Sampling the stone fruit syrup with Fever Tree soda water was delicious. The flavor name is a little vague, but the label explains that it's a blend of apricot, peach, and dark cherry. Pulling all of these stone fruits together, this syrup is a harmonious mix. The peach flavor shines brightly, complemented by the depth and sweetness of the cherry.

Its versatility stood out to me, showing potential for a wide range of uses in both alcoholic and non-alcoholic beverages. This syrup showcases the essence of stone fruits in a vibrant and profoundly satisfying way. I wasn't expecting to enjoy this one as much as I did, and its unassuming name could certainly go underappreciated as one of Monin's tastiest offerings.

1. Passion fruit

Tasting the passion fruit syrup was an "oh wow" moment — it was sweet, but the right kind of sweet, like eating a juicy fruit. I tried it in lemonade first, and it was great, but I'm already thinking about using it in cocktails, iced tea, or just with some soda water. It's perfect for adding a tropical twist to drinks, and I can see myself reaching for it repeatedly. It's got me brainstorming all sorts of drink ideas; it's more versatile than I thought. It's a great addition for anyone looking to jazz up their beverages with something special.

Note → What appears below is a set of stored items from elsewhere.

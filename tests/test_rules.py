"""Decision rules per cluster: exact decision paths, held-out figures and fidelity recomputed independently.

The fitted trees are walked here through scikit-learn's documented tree structure (`tree_.children_left`,
`children_right`, `feature`, `threshold`; "Understanding the decision tree structure" in the scikit-learn
examples), rules are applied to rows by hand, and the fold loop is written out again. The estimator fitted
in each fold is `ChiSquareTreeClassifier` with the parameters the docstring of `explain_clusters` states.
"""

from __future__ import annotations

import math
from collections.abc import Mapping, Sequence

import numpy as np
import pytest
import scipy.sparse as sp
from sklearn.metrics import accuracy_score, f1_score
from sklearn.model_selection import StratifiedKFold, cross_val_predict

from pilewise.describe.rules import (
    MIN_COVERAGE,
    MIN_PRECISION,
    ChiSquareTreeClassifier,
    ClusterRule,
    RuleSet,
    TreeNode,
    explain_clusters,
)

Conditions = tuple[tuple[str, bool], ...]  # (word or "field = value", present?) root first
ColumnPath = tuple[tuple[int, bool], ...]  # (column of X, present?) root first


def _matrix(docs: Sequence[Sequence[str]]) -> tuple[sp.csr_matrix, list[str]]:
    """Binary presence of every word of every document, columns in sorted word order."""
    vocab = sorted({w for doc in docs for w in doc})
    column = {w: j for j, w in enumerate(vocab)}
    rows = [i for i, doc in enumerate(docs) for _ in set(doc)]
    cols = [column[w] for doc in docs for w in sorted(set(doc))]
    return sp.csr_matrix((np.ones(len(rows)), (rows, cols)), shape=(len(docs), len(vocab))), vocab


def _topics(
    seed: int, per_topic: int, topics: Sequence[Mapping[str, float]], noise: int = 40, noise_words: int = 6
) -> tuple[list[list[str]], np.ndarray]:
    """Documents of several topics: each topic word appears with its probability, plus shared noise words."""
    rng = np.random.default_rng(seed)
    docs, labels = [], []
    for label, words in enumerate(topics):
        for _ in range(per_topic):
            doc = [w for w, p in words.items() if rng.random() < p]
            doc += [f"noise{j}" for j in rng.choice(noise, noise_words, replace=False)]
            docs.append(doc)
            labels.append(label)
    return docs, np.array(labels)


NOISY_TOPICS = (
    {"refund": 0.7, "money": 0.5, "charge": 0.3, "late": 0.15},
    {"delivery": 0.7, "late": 0.5, "courier": 0.4, "money": 0.1},
    {"login": 0.6, "password": 0.5, "refund": 0.15, "delivery": 0.15},
)


def _cluster_leaf(n: int, members: int) -> int:
    """The per-cluster leaf minimum as documented: max(5, min(1% of rows, 10% of the cluster's texts))."""
    return max(5, min(math.ceil(0.01 * n), math.ceil(0.1 * members)))


def _best_paths(model: ChiSquareTreeClassifier, X: sp.csr_matrix, y: np.ndarray, w: np.ndarray) -> list[ColumnPath]:
    """Walk the fitted tree; keep the paths whose leaf predicts True, best by (precision, coverage); top 2.

    Written independently of pilewise: the leaf's prediction comes from `predict` on a row that lands in it,
    its precision and coverage from the rows themselves. Conditions hold column indexes of X.
    """
    tree = model.estimator_.tree_
    view = sp.csc_matrix(X[:, model.columns_], dtype=np.float32)
    leaf_of_row = model.estimator_.apply(view)
    paths: dict[int, ColumnPath] = {}

    def visit(node: int, conditions: ColumnPath) -> None:
        if tree.children_left[node] == tree.children_right[node]:  # both -1 at a leaf
            paths[node] = conditions
            return
        assert tree.threshold[node] == 0.5  # midpoint between 0 and 1 on a binary column
        column = int(model.columns_[tree.feature[node]])
        visit(int(tree.children_left[node]), (*conditions, (column, False)))  # x <= 0.5: absent
        visit(int(tree.children_right[node]), (*conditions, (column, True)))

    visit(0, ())
    ranked = []
    for leaf, conditions in paths.items():
        rows = np.flatnonzero(leaf_of_row == leaf)
        if not model.estimator_.predict(view[rows[:1]])[0]:
            continue
        precision = w[rows][y[rows]].sum() / w[rows].sum()
        coverage = w[rows][y[rows]].sum() / w[y].sum()
        ranked.append((-precision, -coverage, leaf, conditions))
    return [conditions for *_, conditions in sorted(ranked)[:2]]


def _labelled(paths: Sequence[ColumnPath], vocab: list[str]) -> tuple[Conditions, ...]:
    return tuple(tuple((vocab[j], present) for j, present in path) for path in paths)


def _apply_by_hand(rule: tuple[Conditions, ...], rows: Sequence[set[str]]) -> np.ndarray:
    """Rows that satisfy every condition of at least one path; conditions name words (or "field = value")."""
    return np.array([any(all((label in row) == present for label, present in path) for path in rule) for row in rows])


def _rule_text_of(rule: tuple[Conditions, ...]) -> str:
    """The documented wording: mentions / does not mention, "and" within a path, "or" between paths."""
    texts = [" and ".join(f'mentions "{w}"' if p else f'does not mention "{w}"' for w, p in path) for path in rule]
    if len(rule) > 1:
        texts = [f"({t})" if len(path) > 1 else t for t, path in zip(texts, rule, strict=True)]
    return " or ".join(texts)


@pytest.fixture(scope="module")
def noisy() -> tuple[sp.csr_matrix, list[str], np.ndarray, np.ndarray, RuleSet]:
    docs, labels = _topics(seed=3, per_topic=120, topics=NOISY_TOPICS)
    present, vocab = _matrix(docs)
    weights = np.random.default_rng(4).integers(1, 4, len(docs)).astype(float)  # duplicate counts 1-3
    result = explain_clusters(present, labels, weights, vocab, k=3, seed=7)
    return present, vocab, labels, weights, result


def test_rule_reproduces_the_decision_path_of_the_fitted_tree(
    noisy: tuple[sp.csr_matrix, list[str], np.ndarray, np.ndarray, RuleSet],
) -> None:
    # Source for the tree structure: scikit-learn's "Understanding the decision tree structure" example.
    present, vocab, labels, weights, result = noisy
    X = sp.csr_matrix(present, dtype=np.float32)
    rows = _row_sets(present, vocab)
    n = len(labels)
    multi_condition_paths = 0
    for rule in result.rules:
        y = labels == rule.cluster_id
        model = ChiSquareTreeClassifier(
            n_terms=len(vocab), max_features=300, max_depth=3,
            min_samples_leaf=_cluster_leaf(n, int(y.sum())), random_state=7,
        ).fit(X, y, sample_weight=weights)
        paths = _best_paths(model, X, y, weights)
        assert rule.rule_text, rule.no_rule_reason  # every planted topic has a rule
        # the rule shown is the paths' "or", simplified (tests/test_rule_simplify.py checks the simplifier
        # on truth tables): it matches exactly the rows the paths match
        tree_paths = _labelled(paths, vocab)
        assert np.array_equal(_apply_by_hand(rule.conditions, rows), _apply_by_hand(tree_paths, rows))
        assert sum(map(len, rule.conditions)) <= sum(map(len, tree_paths))
        assert rule.rule_text == _rule_text_of(rule.conditions)
        # each path's conditions select exactly the rows the tree sends to one leaf
        leaf_of_row = model.estimator_.apply(sp.csc_matrix(X[:, model.columns_]))
        for path in tree_paths:
            matched = _apply_by_hand((path,), rows)
            assert np.unique(leaf_of_row[matched]).size == 1
            assert np.array_equal(matched, leaf_of_row == leaf_of_row[matched][0])
        multi_condition_paths += sum(len(p) > 1 for p in tree_paths)
    assert multi_condition_paths > 0  # the check covers conjunctions, not only single words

I didn't expect a fruity syrup to top my list of favorites, but it definitely surpassed all the other flavors I sampled. I fully expected it to be one of the coffee flavoring options, but this one is quite special. Don't count out the fruity ones when looking for the next syrups to add to your collection.


Embarking on a tasting journey with these Monin syrups, I was determined to give each one the spotlight it deserved. To do this, I crafted drinks specifically designed to showcase the unique flavor of each syrup. In most cases, it was a drink outlined on the side of the syrup bottle.

This systematic approach allowed me to fully appreciate the nuances of each taste, focusing on three key aspects: my enjoyment of the flavor, how well the syrup captured the essence of its name, and the visual appeal it added to the drink. Through this process, I tasted, assessed, and ultimately ranked each syrup, diving deep into the world of flavors that Monin has to offer.